→ Saved data entries:
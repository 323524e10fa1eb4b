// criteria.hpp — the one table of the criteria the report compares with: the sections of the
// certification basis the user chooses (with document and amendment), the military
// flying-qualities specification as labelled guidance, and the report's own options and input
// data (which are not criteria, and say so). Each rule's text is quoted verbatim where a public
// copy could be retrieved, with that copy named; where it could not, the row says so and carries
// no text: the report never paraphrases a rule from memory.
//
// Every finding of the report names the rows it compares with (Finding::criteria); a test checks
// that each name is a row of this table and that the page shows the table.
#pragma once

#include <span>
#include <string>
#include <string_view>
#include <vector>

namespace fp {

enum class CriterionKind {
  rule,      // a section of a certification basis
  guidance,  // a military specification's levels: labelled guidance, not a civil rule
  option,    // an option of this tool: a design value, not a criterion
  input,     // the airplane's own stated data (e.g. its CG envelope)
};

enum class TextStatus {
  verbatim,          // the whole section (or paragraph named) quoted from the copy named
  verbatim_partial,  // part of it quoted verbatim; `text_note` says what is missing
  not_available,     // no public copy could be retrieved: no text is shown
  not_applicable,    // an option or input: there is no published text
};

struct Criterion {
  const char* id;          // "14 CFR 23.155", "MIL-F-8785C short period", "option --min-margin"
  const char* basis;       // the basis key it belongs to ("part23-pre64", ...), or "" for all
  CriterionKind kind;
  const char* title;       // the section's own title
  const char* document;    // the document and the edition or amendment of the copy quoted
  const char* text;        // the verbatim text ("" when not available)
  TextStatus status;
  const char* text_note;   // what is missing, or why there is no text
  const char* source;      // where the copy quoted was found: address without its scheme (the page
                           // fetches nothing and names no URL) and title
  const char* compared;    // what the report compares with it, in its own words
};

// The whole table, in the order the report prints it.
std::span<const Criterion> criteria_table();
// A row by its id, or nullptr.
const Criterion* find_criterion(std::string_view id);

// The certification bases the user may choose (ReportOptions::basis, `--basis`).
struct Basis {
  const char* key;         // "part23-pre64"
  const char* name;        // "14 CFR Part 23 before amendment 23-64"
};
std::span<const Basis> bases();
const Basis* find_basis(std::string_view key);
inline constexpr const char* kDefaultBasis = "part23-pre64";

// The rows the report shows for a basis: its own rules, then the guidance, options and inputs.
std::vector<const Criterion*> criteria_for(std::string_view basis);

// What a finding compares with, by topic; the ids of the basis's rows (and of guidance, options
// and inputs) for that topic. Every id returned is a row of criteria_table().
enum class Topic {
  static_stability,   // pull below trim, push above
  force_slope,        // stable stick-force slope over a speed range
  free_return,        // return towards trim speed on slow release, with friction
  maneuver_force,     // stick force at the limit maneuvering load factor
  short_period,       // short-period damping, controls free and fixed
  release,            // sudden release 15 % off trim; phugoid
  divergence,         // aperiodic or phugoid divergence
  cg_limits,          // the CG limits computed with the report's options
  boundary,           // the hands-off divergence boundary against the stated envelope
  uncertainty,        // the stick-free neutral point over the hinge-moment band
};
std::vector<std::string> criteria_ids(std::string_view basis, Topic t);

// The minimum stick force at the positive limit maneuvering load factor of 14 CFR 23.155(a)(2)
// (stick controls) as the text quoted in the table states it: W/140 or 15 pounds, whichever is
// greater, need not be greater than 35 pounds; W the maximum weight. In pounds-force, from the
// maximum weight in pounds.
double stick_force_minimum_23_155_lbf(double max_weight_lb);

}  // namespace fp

→ What the task requires: Copy every line of the records above, starting with the first, up to and including the line containing "amendment), the military".

→ Response area:
repository 323524e10fa1eb4b
// criteria.hpp — the one table of the criteria the report compares with: the sections of the
// certification basis the user chooses (with document and amendment), the military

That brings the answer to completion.